▶ Problem details: Within the entries below, the lines from the one with "cylinder, on the" through the one with "cylinder, middle of" are to be set down exactly, both ends kept.

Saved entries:
>>
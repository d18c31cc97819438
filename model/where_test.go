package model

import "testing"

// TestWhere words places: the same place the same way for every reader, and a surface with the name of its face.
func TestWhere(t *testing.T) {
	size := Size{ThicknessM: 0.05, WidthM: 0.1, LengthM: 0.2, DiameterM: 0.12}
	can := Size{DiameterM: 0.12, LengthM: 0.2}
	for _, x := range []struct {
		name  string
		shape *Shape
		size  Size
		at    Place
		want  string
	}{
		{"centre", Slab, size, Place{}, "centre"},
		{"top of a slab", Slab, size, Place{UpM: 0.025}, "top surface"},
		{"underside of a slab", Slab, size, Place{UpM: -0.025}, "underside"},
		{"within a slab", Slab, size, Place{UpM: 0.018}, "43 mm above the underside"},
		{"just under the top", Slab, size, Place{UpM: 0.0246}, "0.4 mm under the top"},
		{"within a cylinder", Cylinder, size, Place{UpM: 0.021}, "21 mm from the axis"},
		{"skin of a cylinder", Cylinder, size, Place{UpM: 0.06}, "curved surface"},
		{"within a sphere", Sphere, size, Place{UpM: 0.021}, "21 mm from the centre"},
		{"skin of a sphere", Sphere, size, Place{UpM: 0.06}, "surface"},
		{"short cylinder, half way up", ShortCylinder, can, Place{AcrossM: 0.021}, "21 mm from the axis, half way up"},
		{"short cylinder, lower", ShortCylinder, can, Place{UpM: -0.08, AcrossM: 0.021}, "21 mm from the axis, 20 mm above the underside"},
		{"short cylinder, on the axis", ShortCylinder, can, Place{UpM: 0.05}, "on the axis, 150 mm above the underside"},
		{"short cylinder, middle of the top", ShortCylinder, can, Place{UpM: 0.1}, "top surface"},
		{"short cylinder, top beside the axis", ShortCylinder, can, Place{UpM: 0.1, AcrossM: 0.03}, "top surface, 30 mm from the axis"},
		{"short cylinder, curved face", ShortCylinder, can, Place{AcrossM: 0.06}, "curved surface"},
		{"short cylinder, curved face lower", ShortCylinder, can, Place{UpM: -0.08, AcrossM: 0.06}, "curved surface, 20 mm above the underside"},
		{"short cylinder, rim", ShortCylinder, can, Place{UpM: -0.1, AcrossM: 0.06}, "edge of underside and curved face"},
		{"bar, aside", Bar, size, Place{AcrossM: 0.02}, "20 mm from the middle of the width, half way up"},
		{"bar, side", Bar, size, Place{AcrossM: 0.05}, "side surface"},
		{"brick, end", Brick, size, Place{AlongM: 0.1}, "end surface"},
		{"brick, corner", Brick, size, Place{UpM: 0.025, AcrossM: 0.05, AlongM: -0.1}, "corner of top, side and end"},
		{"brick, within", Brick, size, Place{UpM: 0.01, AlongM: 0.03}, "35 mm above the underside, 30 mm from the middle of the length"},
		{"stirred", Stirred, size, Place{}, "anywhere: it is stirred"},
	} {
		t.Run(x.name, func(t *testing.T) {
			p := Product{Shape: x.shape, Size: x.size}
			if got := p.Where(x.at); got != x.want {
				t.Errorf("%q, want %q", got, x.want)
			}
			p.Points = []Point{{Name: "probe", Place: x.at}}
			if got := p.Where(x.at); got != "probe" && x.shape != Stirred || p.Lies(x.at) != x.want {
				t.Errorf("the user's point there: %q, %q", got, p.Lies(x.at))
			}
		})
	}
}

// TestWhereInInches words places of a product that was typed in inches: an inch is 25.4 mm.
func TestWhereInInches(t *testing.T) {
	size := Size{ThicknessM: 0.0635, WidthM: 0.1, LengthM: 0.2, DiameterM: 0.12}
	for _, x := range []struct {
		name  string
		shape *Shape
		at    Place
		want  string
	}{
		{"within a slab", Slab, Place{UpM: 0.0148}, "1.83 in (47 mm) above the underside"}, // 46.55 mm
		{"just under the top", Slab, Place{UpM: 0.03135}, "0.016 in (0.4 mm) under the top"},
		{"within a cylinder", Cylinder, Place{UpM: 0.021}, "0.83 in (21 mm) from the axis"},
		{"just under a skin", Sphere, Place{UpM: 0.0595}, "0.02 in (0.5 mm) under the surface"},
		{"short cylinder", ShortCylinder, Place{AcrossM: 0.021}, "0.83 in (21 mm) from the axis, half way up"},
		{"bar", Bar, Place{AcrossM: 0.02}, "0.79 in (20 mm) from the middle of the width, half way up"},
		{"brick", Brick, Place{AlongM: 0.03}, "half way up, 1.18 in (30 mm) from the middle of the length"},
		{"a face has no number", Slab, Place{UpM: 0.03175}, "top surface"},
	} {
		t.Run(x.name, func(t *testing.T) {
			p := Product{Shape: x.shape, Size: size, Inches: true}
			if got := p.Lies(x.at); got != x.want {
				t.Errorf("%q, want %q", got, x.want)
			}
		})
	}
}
<<
▶ Solution to this task:
		{"short cylinder, on the axis", ShortCylinder, can, Place{UpM: 0.05}, "on the axis, 150 mm above the underside"},
		{"short cylinder, middle of the top", ShortCylinder, can, Place{UpM: 0.1}, "top surface"},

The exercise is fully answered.